Trap states the surface may lead to various challenges, such as recombination loss and instability of the devices.91 This phenomenon is due to the adsorption of oxygen radicals on the deep electronic trap sites on the TiO2 oxygen vacancies, which can react with photogenerated holes.163,249 The oxygen is then released and leaves an electron trap state behind. The electrons which are trapped in these states will further recombine with holes.249 A tri-block fullerene derivative layer, [6,6]-phenyl-C61butyric acid-dioctyl-3,3′-(5-hydroxy-1,3-phenylene)-bis(2cyanoacrylate)ester (PCBB-2CN-2C8), was used to modify the temperature-processed TiO2 surface in planar PSCs.23 This interface engineering led to an enhanced charge extraction from the LHP layer to the TiO2 layer as well as to the passivation of the TiO2 surface. This resulted in an improved device performance (20.7% improvement) and enhanced stability of the PSCs. The TiO2 surface traps were passivated by the tri-block fullerene, which resulted in an increase in stability of more than 4 times (from ∼40 h to ∼200 h shelf lifetime under ambient conditions). The stability of the PSCs was also enhanced by using a layer of lithium-neutralized GO (GO-Li) on top of the mesoporous TiO2 layer, which was claimed to passivate the oxygen vacancies/defects on the mesoporous TiO2 layer.91
An enhancement in the stability of the triple cation-based MA0.57FA0.38Rb0.05PbI3 PSCs was achieved by Mahmud et al.250 applying carbon materials, fullerene (C60) and PC71BM ([6,6]-phenyl C71 butyric acid methyl ester), at the interface between the LHP and ZnO ESL. The adsorbed fullerene (C-ZnO) and PCBM (P-ZnO) at the interface between the ESL and the LHP layer passivate the interstitial trap sites on the surface of the ESL. This passivation of the interstitial trap states upshifted the Fermi-level of the ESL and led to an increase in n-type conductivity. Devices with the C60 interlayer on the ESL showed high stability maintaining 94% of the initial PCE after one month, and the P-ZnO PSC retained nearly 88% of the PCE over the same time, while the ZnO reference device showed 81% of the initial PCE over one month. The stability test was carried out by storing the devices in an N2-filled glovebox (in the dark) and measuring the device performance frequently under ambient conditions with controlled humidity (RH: 35–40%). The enhanced stability of devices based on the C-ZnO was mostly due to more stable JSC and VOC values in comparison to ZnO and P-ZnO PSCs. Mott–Schottky characterization was used to investigate trap-assisted charge recombination. The results showed that the flat band potential reduction for aged C-ZnO and P-ZnO PSCs was 10 mV, while this was 100 mV for the ZnO PSC, which indicates more significant trap-assisted recombination and thus lower normalized VOC in the aged ZnO PSCs. The reason for the lower decrease in the normalized JSC values of the C-ZnO devices is due to the higher hydrophobicity and lower charge trapping after the stability test.

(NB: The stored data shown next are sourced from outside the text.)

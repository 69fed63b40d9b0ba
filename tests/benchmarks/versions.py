"""The same numbers from other versions of Python and of the libraries.

    python tests/benchmarks/versions.py write FILE
    python tests/benchmarks/versions.py compare FILE OTHER

The first prints versions and writes numbers as JSON; the second says how far two such
files lie apart and ends with 1 where a number that no random draw enters differs by more
than 1e-9.  Differences are relative to the number, or to a thousandth of the largest of
its array where the number is smaller; those of logarithms of densities of single objects
are taken as they are, which is relative to the density.  Where a mode is found, the search
ends within 0.02 widths of the top, and says its width from differences of densities:
places and widths may differ by 1e-3 widths.  All data are those of the shipped samples.
"""

from __future__ import annotations

import json
import platform
import sys
import tempfile
from collections.abc import Callable, Mapping
from dataclasses import replace
from functools import partial
from importlib import metadata
from pathlib import Path
from typing import Any

import numpy as np

import ladderfit as lf
from ladderfit.classical import (
    line_design,
    line_with_both_errors,
    line_with_outliers,
    lutz_kelker,
    weighted_least_squares,
)
from ladderfit.influence.given import Given
from ladderfit.influence.objects import Objects
from ladderfit.influence.sets import CEPHEID, FLOW, HOST, PEAK, STAR
from ladderfit.ladder import Ladder
from ladderfit.posterior.joint import Posterior, posterior
from ladderfit.sampling.mode import find_modes_from
from ladderfit.sampling.run import target
from ladderfit.sensitivity.error_budget import error_budget
from ladderfit.shipped import sample_ladder

TOLERANCE = 1e-9
LIBRARIES = ("numpy", "scipy", "pandas", "astropy", "numba", "pyarrow", "h5py", "xarray")
DRAWN = "seeded draws"
LOGARITHMS = "downdates, densities"
PLACES, WIDTHS = "modes, places", "modes, widths"
ALLOWED = {PLACES: 1e-3, WIDTHS: 1e-3, DRAWN: float("inf")}
VALUES = {  # where log densities are taken, by name of parameter
    "zero_point": -5.91,
    "slope": -3.29,
    "metallicity": -0.22,
    "scatter": 0.07,
    "parallax_offset": -0.005,
    "peak_magnitude": -19.25,
    "peak_scatter": 0.11,
    "expansion_scatter": 0.12,
    "alpha": 0.14,
    "beta": 3.0,
    "width_spread": 1.0,
    "colour_spread": 0.1,
    "outlier_fraction": 0.06,
    "outlier_width": 0.6,
    "outlier_offset": -0.1,
    "degrees_of_freedom": 5.0,
    "intrinsic_colour_slope": 0.2,
    "intrinsic_colour_scatter": 0.08,
    "intrinsic_colour_term": 0.3,
    "reddening_ratio": 0.39,
    "reddening_spread": 0.15,
    "parallax_colour": 0.9,
    "parallax_reddening_spread": 0.2,
    "distance_length": 1.5,
    "parallax_error_scale": 1.1,
}
Numbers = dict[str, dict[str, list[float]]]


def ladders(folder: Path) -> dict[str, Ladder]:
    """Ladders of every kind of term; matrices of covariances are written to the folder."""
    sample = lf.read_ladder(sample_ladder())
    tripp = lf.read_ladder(Path(sample_ladder()).with_name("tripp.toml"))
    near, far = (
        len(sample.table(key).columns["SN"].missing) for key in ("supernovae", "expansion")
    )
    files = {}
    for size in (far, near + far):
        place = np.arange(size)
        matrix = 0.02**2 * np.exp(-np.abs(place[:, None] - place) / 10.0)
        files[size] = {"file": str(folder / f"{size}.npy"), "adds": True}
        np.save(folder / f"{size}.npy", matrix)
    outliers = "cepheids.outliers.treatment"
    mixture = {outliers: "mixture", "priors.outlier_offset": {"normal": [0.0, 1.0]}}
    colours = ("in the variance", "one population", "intrinsic relation")
    parallaxes = {
        "anchors.parallaxes.distance_prior": {"exponential": 1.4},
        "priors.parallax_error_scale": {"log_normal": [1.1, 0.3]},
    }
    return {
        "sample": sample,
        "sample, scatters apart": sample.change({"supernovae.scatter": "apart"}),
        "peak terms": tripp,
        "peak terms, in the variance": tripp.change({"peak_relation.errors": "in the variance"}),
        "outliers, mixture": sample.change(mixture),
        "outliers, Student-t": sample.change({outliers: "Student-t"}),
        **{
            f"free ratio, {how}": sample.change({"relation.reddening": {"colours": how}})
            for how in colours
        },
        "covariance of the expansion": sample.change({"expansion.covariance": files[far]}),
        "covariance of all supernovae": sample.change({"supernovae.covariance": files[near + far]}),
        "other parallax terms": sample.change(parallaxes),
    }


def places(joint: Posterior, count: int = 6) -> np.ndarray:
    """Coordinates of phi about `VALUES`, shape (count, d), without a random number."""
    names = joint.split.phi_names
    middle = joint.coordinates({name: VALUES[name.split("[", 1)[0]] for name in names})
    step = 0.02 * np.maximum(np.abs(middle), 0.1)
    return middle + step * np.sin(np.arange(count)[:, None] * (1.0 + np.arange(len(names))))


def of_posteriors(found: Mapping[str, Ladder]) -> Numbers:
    """Log densities, parallax integrals, and means of what is integrated out."""
    numbers: Numbers = {"log densities": {}, "parallax integrals": {}, "means given phi": {}}
    for name, ladder in found.items():
        joint = posterior(ladder)
        z = places(joint)
        numbers["log densities"][name] = flat(joint.log_density(z))
        if joint.parallaxes is not None:
            stars = joint.parallaxes.log_density(partial(joint.split.value, z=z))
            numbers["parallax integrals"][name] = flat(stars)
        if joint.robust is None:
            numbers["means given phi"][name] = flat(joint.solution(z).coefficients)
    return numbers


def of_modes(found: Mapping[str, Ladder]) -> Numbers:
    """The climb from the start: height, place, and width in every coordinate."""
    heights, points, widths = {}, {}, {}
    for name, ladder in found.items():
        aim = target(posterior(ladder))
        (mode,) = find_modes_from(aim.log_density, aim.start[None], 0.3 * aim.scale)
        width = np.sqrt(np.diag(mode.covariance))
        heights[name] = [mode.log_density]
        points[name] = flat(mode.point)
        widths[name] = flat(width)
    return {"modes, heights": heights, PLACES: points, WIDTHS: widths}


def of_downdates(found: Mapping[str, Ladder]) -> Numbers:
    """Objects left out at given phi."""
    densities, means = {}, {}
    for name in ("sample", "peak terms", "outliers, mixture", "covariance of all supernovae"):
        joint = posterior(found[name])
        objects = Objects(Given(joint, places(joint, 3)))
        for kind in (HOST, CEPHEID, STAR, PEAK, FLOW):
            taken = [batch.taken for batch in objects.batches(kind)]
            label = f"{name}: {kind}"
            densities[label] = flat([each.log_predictive for each in taken])
            means[label] = flat([each.expected["hubble_constant"] for each in taken])
    return {LOGARITHMS: densities, "downdates, H0": means}


def of_budgets(found: Mapping[str, Ladder]) -> Numbers:
    """Error budgets of draws that are made up: cosines in place of random numbers."""
    numbers = {}
    for name in ("sample", "peak terms"):
        result = lf.draw(found[name], seed=1, draws=100)
        time = np.arange(400.0)
        made = {
            key: round(result.mean(key), 2)
            + 0.02 * np.cos(time * (0.1 + 0.37 * np.sqrt(place + 1)))
            for place, key in enumerate(result.draws)
        }
        budget = error_budget(replace(result, draws=made))
        for column in budget:
            numbers[f"{name}: {column}"] = flat(budget[column])
    return {"error budget": numbers}


def of_classical(sample: Ladder) -> Numbers:
    """Least squares and the estimates of older papers."""
    stars, near = sample.cepheids, sample.parallax_stars
    if stars is None or near is None:
        raise TypeError("the sample has Cepheids and parallax stars")
    host = stars.host == 0
    x, y, error = stars.log_period[host] - 1.0, stars.magnitude[host], np.sqrt(stars.variance[host])
    line = weighted_least_squares(line_design(x), y, error)
    both = line_with_both_errors(x, y, np.full_like(x, 0.02), error)
    robust = line_with_outliers(x, y, error)
    squares = {
        "values": flat(line.values),
        "covariance": flat(line.covariance),
        "residuals": flat(line.residuals),
        "sum of squares": [line.sum_of_squares],
    }
    lines = {
        "both errors": [both.slope, both.intercept],
        "outliers": [robust.slope, robust.intercept],
        "Lutz-Kelker": flat(lutz_kelker(0.01 * np.arange(1.0, 15.0))),
    }
    return {"least squares": squares, "other estimates": lines}


def drawn(found: Mapping[str, Ladder]) -> Numbers:
    """Means and standard deviations of draws from a seed."""
    numbers = {}
    for name, ladder in found.items():
        result = lf.draw(ladder, seed=1, draws=1000)
        for word, of in (("mean", result.mean), ("sd", result.sd)):
            numbers[f"{name}: {word}"] = [of(each) for each in result.headline]
    return {DRAWN: numbers}


def flat(values: Any) -> list[float]:
    """Numbers as a plain list."""
    if isinstance(values, list):
        return [number for each in values for number in flat(each)]
    return [float(number) for number in np.asarray(values, float).ravel()]


def apart(one: list[float], other: list[float], size: list[float] | None = None) -> float:
    """The largest difference of two lists, relative to a size; infinite where one lacks a number.

    By default the numbers are their own size.
    """
    a, b = np.array(one), np.array(other)
    if a.shape != b.shape:
        return float("inf")
    good = np.isfinite(a) & np.isfinite(b)
    if not np.array_equal(a[~good], b[~good], equal_nan=True):
        return float("inf")
    if size is None:
        own = np.maximum(np.abs(a), np.abs(b))[good]
        scale = np.maximum(own, 1e-3 * own.max(initial=0.0))
    else:
        scale = np.array(size)[good]
    off = np.abs(a[good] - b[good])
    return float(np.divide(off, scale, out=np.zeros_like(off), where=off > 0.0).max(initial=0.0))


def write(path: Path) -> None:
    """Compute everything."""
    versions = {"python": platform.python_version()}
    versions |= {name: metadata.version(name) for name in LIBRARIES}
    print(", ".join(f"{name} {version}" for name, version in versions.items()))
    with tempfile.TemporaryDirectory() as folder:
        found = ladders(Path(folder))
        parts: list[Callable[[], Numbers]] = [
            partial(of_posteriors, found),
            partial(of_modes, found),
            partial(of_downdates, found),
            partial(of_budgets, found),
            partial(of_classical, found["sample"]),
            partial(drawn, found),
        ]
        numbers = {kind: values for part in parts for kind, values in part().items()}
    path.write_text(json.dumps({"versions": versions, "numbers": numbers}), encoding="utf-8")


def compare(one: Path, other: Path) -> int:
    """One line for each kind of number; 1 where one that is not drawn is too far off."""
    first, second = (
        json.loads(path.read_text(encoding="utf-8"))["numbers"] for path in (one, other)
    )
    if {k: set(v) for k, v in first.items()} != {k: set(v) for k, v in second.items()}:
        print("the files are of other numbers")
        return 1
    failed = False
    for kind, values in first.items():
        off = {}
        for name, numbers in values.items():
            sizes = {PLACES: first[WIDTHS].get(name), LOGARITHMS: [1.0] * len(numbers)}
            off[name] = apart(numbers, second[kind][name], sizes.get(kind))
        worst = max(off, key=off.__getitem__)
        count = sum(map(len, values.values()))
        print(f"{kind:24}{count:8,} numbers   largest difference {off[worst]:.1e}   {worst}")
        failed |= not off[worst] <= ALLOWED.get(kind, TOLERANCE)
    return int(failed)


if __name__ == "__main__":
    if sys.argv[1:2] == ["compare"]:
        sys.exit(compare(*map(Path, sys.argv[2:])))
    write(Path(sys.argv[2]))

Recently, Wang et al.156 used chlorinated GO at the interface between LHP layer and HSL. The strong Pb–Cl and Pb–O bonds formed between lead in the LHP layer and chlorine and oxygen atoms in chlorinated GO layer constructed a heterostructure which can selectively extract photogenerated charge carriers and inhibit the loss of decomposed components from LHP layer to the HSL. Therefore, it reduced damage to the organic charge-transporting semiconductors. The PSCs maintained 90% of their initial PCE (21%) after the operation at the MPP under solar light at 60 °C for 1000 hours.
GR derivatives have been used between HSL and metal contact as an efficient barrier for ion migration and metal diffusion in PSCs. An enhancement in the stability of PSC was achieved by applying a spin-coated RGO passivation layer between HSL (CuSCN) and Au layer.114 The device maintained more than 95% of its initial PCE after aging for 1000 hours under full-sun illumination at 60 °C. The RGO spacer layer suppressed unfavorable reaction between I− ion and Au electrode. However, it is challenging to achieve a highly conductive and atomically thin RGO passivation layer by the spin coating process.

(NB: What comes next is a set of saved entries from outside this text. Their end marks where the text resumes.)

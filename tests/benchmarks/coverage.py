"""Coverage of the sample: the right fit and two wrong ones, with their processor time.

``python tests/benchmarks/coverage.py [LADDERS [WORKERS]]``
"""

from __future__ import annotations

import sys
import time
from typing import Any

import ladderfit as lf
from ladderfit.coverage import run_coverage
from ladderfit.coverage.words import statement
from ladderfit.shipped import sample_ladder

SEED = 1503  # chosen before the first run of this script
HOSTS = ("Cadvo", "Dornash", "Elquist", "Fenoru", "Galvesh", "Hestrin")
DEPTH = 0.1  # mag by which a host's limit lies above its faintest star in H


def limits(ladder: lf.Ladder, depth: float = DEPTH) -> dict[str, Any]:
    """Magnitude limits of the far hosts that leave all their stars but the faintest."""
    stars = ladder.cepheids
    if stars is None or stars.photometry is None:
        raise TypeError("a ladder without colours of Cepheids")
    found = {}
    for host in HOSTS:
        band = stars.photometry.band[stars.host == ladder.hosts.index(host)]
        found[host] = round(float(band.max()) - depth, 2)
    return {"cepheids.completeness": {"band": "H", "limits": found}}


def main(size: int, workers: int) -> None:
    """Run and print."""
    ladder = lf.read_ladder(sample_ladder())
    limited = ladder.change(limits(ladder))
    left_out = {"cepheids.completeness": None}
    cases: dict[str, tuple[lf.Ladder, dict[str, Any]]] = {
        "right": (ladder, {}),
        "scatter 30 % too small": (ladder, {"told": {"scatter": 0.7}}),
        "limits of hosts left out": (limited, {"changes": left_out}),
    }
    for name, (each, faults) in cases.items():
        begin = time.perf_counter()
        experiment = run_coverage(each, size, seed=SEED, workers=workers, **faults)
        wall = time.perf_counter() - begin
        print(f"\n== {name}: {wall:.0f} s on {workers} processes, ", end="")
        print(f"{experiment.seconds:.0f} s of processor time")
        print(statement(experiment), flush=True)


if __name__ == "__main__":
    asked = [int(word) for word in sys.argv[1:]]
    main(*(*asked, *(1000, 2)[len(asked) :]))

Lee et al.246 used an atomically-thin impermeable conductive GR (3 layers) as the spacer layer between Au contact and HSL. The GR layer functioned as a conductive diffusion barrier between CuSCN layer and Au electrode blocking I− ion migration and Au diffusion, in addition to act as a barrier for moisture intrusion. The PSC with GR interfacial layer retained >94% of its initial PCE after 30 days at 50% humidity.
In addition to the enhancement in carrier dynamics and energy level alignment designing, the interface with carbon materials also can serve as barriers against moisture permission and ion diffusion or migration. It can enhance device stability and provide a feasible solution to the stability challenge of PSCs.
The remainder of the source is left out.